If generating PDF dynamically is what you really care about, consider Typst. https://typst.app/ We use it in production to generate reports, and it is amazing.

Snawoot - 3 hours ago

chrome --headless --disable-gpu --print-to-pdf https://example.com

RiverCrochet - 2 hours ago

If you don't really need the PDF but just want to archive pages, SingleFile is better. It'll capture the entire page to a single HTML file and I find this is better than the PDF if I don't want to print it. It's a browser extension, but there's also a command line version (https://github.com/gildas-lormeau/single-file-cli) that uses Chrome or Chromium's headless mode.

juice_bus - an hour ago

I have Chromium shoved into an AWS Lambda Layer, when we need HTML to PDF conversion we shove it off onto that. It loads the HTML into Chromium then "prints" it to PDF.

freedomben - 32 minutes ago

I'd love to go the other way: convert a PDF into a self contained HTML page that renders properly in a browser. It's been way harder than I thought it would. Any advice?

thangalin - 2 hours ago

Is this an xy problem? If you have the original document (in Markdown), one possibility would be to use my software, KeenWrite[1], to convert Markdown to XHTML then typeset XHTML to PDF via ConTeXt. See the user manual[2] for an example of a Markdown document typeset in this fashion, along with usage instructions.

If you only have HTML to work with, you can also use Flying Saucer[3], which is what KeenWrite uses to preview Markdown documents when rendered as HTML. Flying Saucer uses an open-source version of iText[4] to produce PDF documents (from HTML source docs).

Another possibility is to use pandoc and LaTeX.

[1]: https://keenwrite.com/

[2]: https://keenwrite.com/docs/user-manual.pdf

[3]: https://github.com/flyingsaucerproject/flyingsaucer

[4]: https://itextpdf.com/

etyhhgfff - 2 hours ago

What exactly is so painful about it? It is just one command, can be isolated in a container and runs on every Linux machine.

docker run alpine-wkhtmltopdf google.com - > test.pdf

Source: https://github.com/madnight/docker-alpine-wkhtmltopdf

bob1029 - an hour ago

If your HTML is simply an intermediary to get you to a PDF, you could consider just skipping straight to building the PDF directly:

https://pdfbox.apache.org

This would be far more efficient than spinning up an entire browser and printing PDFs to disk.

haft - 2 hours ago

A reverse of this question; what is the best way to convert pdf to html?
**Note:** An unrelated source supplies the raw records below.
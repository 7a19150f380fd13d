package stochastic

import (
	"math"
	"math/rand/v2"
)

// splitmix64 is the finaliser of the SplitMix64 generator (Steele, Lea and
// Flood 2014): a bijection of uint64 that scatters nearby inputs.
func splitmix64(z uint64) uint64 {
	z += 0x9e3779b97f4a7c15
	z = (z ^ (z >> 30)) * 0xbf58476d1ce4e5b9
	z = (z ^ (z >> 27)) * 0x94d049bb133111eb
	return z ^ (z >> 31)
}

// RunSeed returns the two words that seed the generator of run number run
// of an ensemble with the given seed. It depends on nothing else, so a run
// draws the same numbers whichever worker or shard does it.
func RunSeed(seed uint64, run int) (uint64, uint64) {
	a := splitmix64(seed ^ splitmix64(uint64(run)))
	b := splitmix64(a ^ uint64(run) ^ 0x5851f42d4c957f2d)
	return a, b
}

// rng draws the random numbers of one run: a PCG generator
// (math/rand/v2) with the draws the simulators need inlined.
type rng struct {
	src rand.PCG
	r   *rand.Rand // over src, for the ziggurat exponential
}

func newRNG() *rng {
	g := &rng{}
	g.r = rand.New(&g.src)
	return g
}

// seed restarts the generator for run number run of an ensemble.
func (g *rng) seed(seed uint64, run int) { g.src.Seed(RunSeed(seed, run)) }

// uniform returns a uniform number in [0, 1).
func (g *rng) uniform() float64 { return float64(g.src.Uint64()>>11) * 0x1p-53 }

// exp returns an exponential number of mean 1.
func (g *rng) exp() float64 { return g.r.ExpFloat64() }

// poisson returns a Poisson number of mean mu ≥ 0: by inversion (sequential
// search from zero) for mu < 10, by the transformed rejection with squeeze
// of Hörmann (1993, "The transformed rejection method for generating
// Poisson random variables", PTRS) above.
func (g *rng) poisson(mu float64) float64 {
	switch {
	case mu <= 0:
		return 0
	case mu < 10:
		p := math.Exp(-mu)
		u := g.uniform()
		k := 0.0
		for u > p {
			u -= p
			k++
			p *= mu / k
			if p == 0 { // far in the tail: roundoff; stop
				break
			}
		}
		return k
	}
	smu := math.Sqrt(mu)
	b := 0.931 + 2.53*smu
	a := -0.059 + 0.02483*b
	invAlpha := 1.1239 + 1.1328/(b-3.4)
	vr := 0.9277 - 3.6224/(b-2)
	logMu := math.Log(mu)
	for {
		u := g.uniform() - 0.5
		v := g.uniform()
		us := 0.5 - math.Abs(u)
		k := math.Floor((2*a/us+b)*u + mu + 0.43)
		if us >= 0.07 && v <= vr {
			return k
		}
		if k < 0 || (us < 0.013 && v > us) {
			continue
		}
		lg, _ := math.Lgamma(k + 1)
		if math.Log(v)+math.Log(invAlpha)-math.Log(a/(us*us)+b) <= -mu+k*logMu-lg {
			return k
		}
	}
}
We are required by accessibility law to make our PDFs WCAG compliant however it would be easier to convert these to HTML.

ratStallion - an hour ago

My website's content is xml, and I use Apache Fop to turn it into a PDF with page numbers and other nice things. It works nicely, but takes some setup.

- 2 hours ago
[deleted]
nicoburns - 2 hours ago

https://github.com/plutoprint/plutobook was a recent Show HN and looks excellent

mightjustwork - 3 days ago

https://gotenberg.dev/ ...has been working well for me for the last few years. It's a headless instance of Google Chrome with a golang wrapper. Runs well in Docker or a cloud instance.

haft - 2 hours ago

A revers of this question; what is the best way to convert pdf to html? We are required by accessibility law to make our PDFs WCAG compliant however it would be easier to convert these to HTML.
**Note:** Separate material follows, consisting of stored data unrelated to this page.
package main

import (
	"strings"
	"testing"

	"fyne.io/fyne/v2/test"

	"kinetarium/app/run"
	"kinetarium/network"
)

// The recovery file's notice does not replace a problem in the status
// line; it shows when the status line tells of none.
func TestRecoveryNoticeKeepsProblems(t *testing.T) {
	t.Setenv("XDG_CONFIG_HOME", t.TempDir())
	t.Setenv("HOME", t.TempDir())
	a := test.NewTempApp(t)
	w := newMainWindow(a, true)
	defer w.win.Close()
	w.autoRerun = false
	onUI(func() {
		w.setModel(tuneDecayModel(), "")
		w.doc.Apply("break the equation", func(m *network.Model) { m.Reactions[0].Equation = "A -> +" })
		w.simulate()
		problem := w.status.Text
		if !strings.HasPrefix(problem, "Cannot simulate yet") {
			t.Fatalf("status line %q", problem)
		}
		w.autosave()
		if w.status.Text != problem {
			t.Errorf("the recovery notice %q replaced the problem %q", w.status.Text, problem)
		}
		w.setStatus("Saved somewhere", false)
		w.autosave()
		if !strings.HasPrefix(w.status.Text, "Unsaved changes kept in") {
			t.Errorf("status line %q, want the recovery notice", w.status.Text)
		}
	})
}

// The sliders' information line does not outlive what it tells of: the
// note that Undo takes written values back goes when another model is
// opened, and the note about mistakes goes when they are corrected.
func TestSliderHintsDoNotGoStale(t *testing.T) {
	w := openTuneWindow(t, tuneDecayModel())
	onUI(func() {
		p := w.tune
		p.rows[knobIndex(t, p, "k")].slider.SetValue(800)
		p.writeBack()
		if !strings.Contains(p.info.Text, "Undo") || !p.info.Visible() {
			t.Fatalf("after writing the values the sliders say %q", p.info.Text)
		}
		w.setModel(tuneDecayModel(), "")
		if p.info.Visible() {
			t.Errorf("after opening a model the sliders still say %q", p.info.Text)
		}

		w.doc.Apply("break the equation", func(m *network.Model) { m.Reactions[0].Equation = "A -> +" })
		p.rows[knobIndex(t, p, "k")].slider.SetValue(700)
		if !strings.Contains(p.info.Text, "mistakes") || !p.info.Visible() {
			t.Fatalf("moving a slider of a broken model: the sliders say %q", p.info.Text)
		}
		w.doc.Apply("mend the equation", func(m *network.Model) { m.Reactions[0].Equation = "A -> B" })
		if p.info.Visible() {
			t.Errorf("after the mistake was corrected the sliders still say %q", p.info.Text)
		}
	})
}

// After a slider moves, Show previous run draws the run at the model's
// values beneath the slider's run.
func TestPreviousRunAfterSliderMoves(t *testing.T) {
	w := openTuneWindow(t, tuneDecayModel())
	var first *run.Outcome
	onUI(func() {
		first = w.current
		p := w.tune
		p.rows[knobIndex(t, p, "k")].slider.SetValue(800)
	})
	waitFor(t, "the slider's run", func() bool { return w.current != first && !w.ctrl.Running() })
	onUI(func() {
		p := w.tune
		p.rows[knobIndex(t, p, "k")].slider.SetValue(900)
	})
	waitFor(t, "the second slider run", func() bool { _, shown := w.tune.runner.Counts(); return shown == 2 })
	onUI(func() {
		if !w.overlayChk.Checked {
			t.Fatal("Show previous run is off")
		}
		if w.plot.view.Previous != first {
			t.Errorf("the overlay is %p, want the run at the model's values %p", w.plot.view.Previous, first)
		}
	})
}

// Data exported while the figure shows slider values that the model does
// not have is offered under a name that gives them.
func TestDataFileNameGivesSliderValues(t *testing.T) {
	w := openTuneWindow(t, tuneDecayModel())
	var first *run.Outcome
	onUI(func() {
		if got := w.dataFileName(); got != "results.csv" {
			t.Errorf("with the model's values the name is %q, want results.csv", got)
		}
		first = w.current
		w.tune.rows[knobIndex(t, w.tune, "k")].slider.SetValue(800)
	})
	waitFor(t, "the slider's run", func() bool { return w.current != first && w.tune.tuned })
	onUI(func() {
		// 0.07·100^0.8 = 2.787 (the slider's log scale, as in TestTuneSliderResimulates).
		if got, want := w.dataFileName(), "results-sliders-k=2.787.csv"; got != want {
			t.Errorf("with k moved the name is %q, want %q", got, want)
		}
	})
}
hhthrowaway1230 - an hour ago

5k pdfs a month for archival purposes, must be pdf, customers demand this

throw03172019 - 3 days ago

I run chromium on my server and render the PDF from there using puppeteer.

zja - 3 days ago

pandoc

ftchd - an hour ago

the only thing I found to work reliably well is simply Chromium's print feature

exabrial - 3 hours ago

openhtmltopdf is what we're using. Some outdated versions.

fogzen - 15 hours ago

Don’t. Show a web page and open the print dialog, and tell people to save as PDF. All major browsers support this, and the browser HTML to PDF code is the most robust and accurate.

lovelydata - 7 minutes ago

[dead]

journal - 15 hours ago

if you are doing html to pdf, you might also need the ability to merge. a few more features and you're better of with a commercial solution.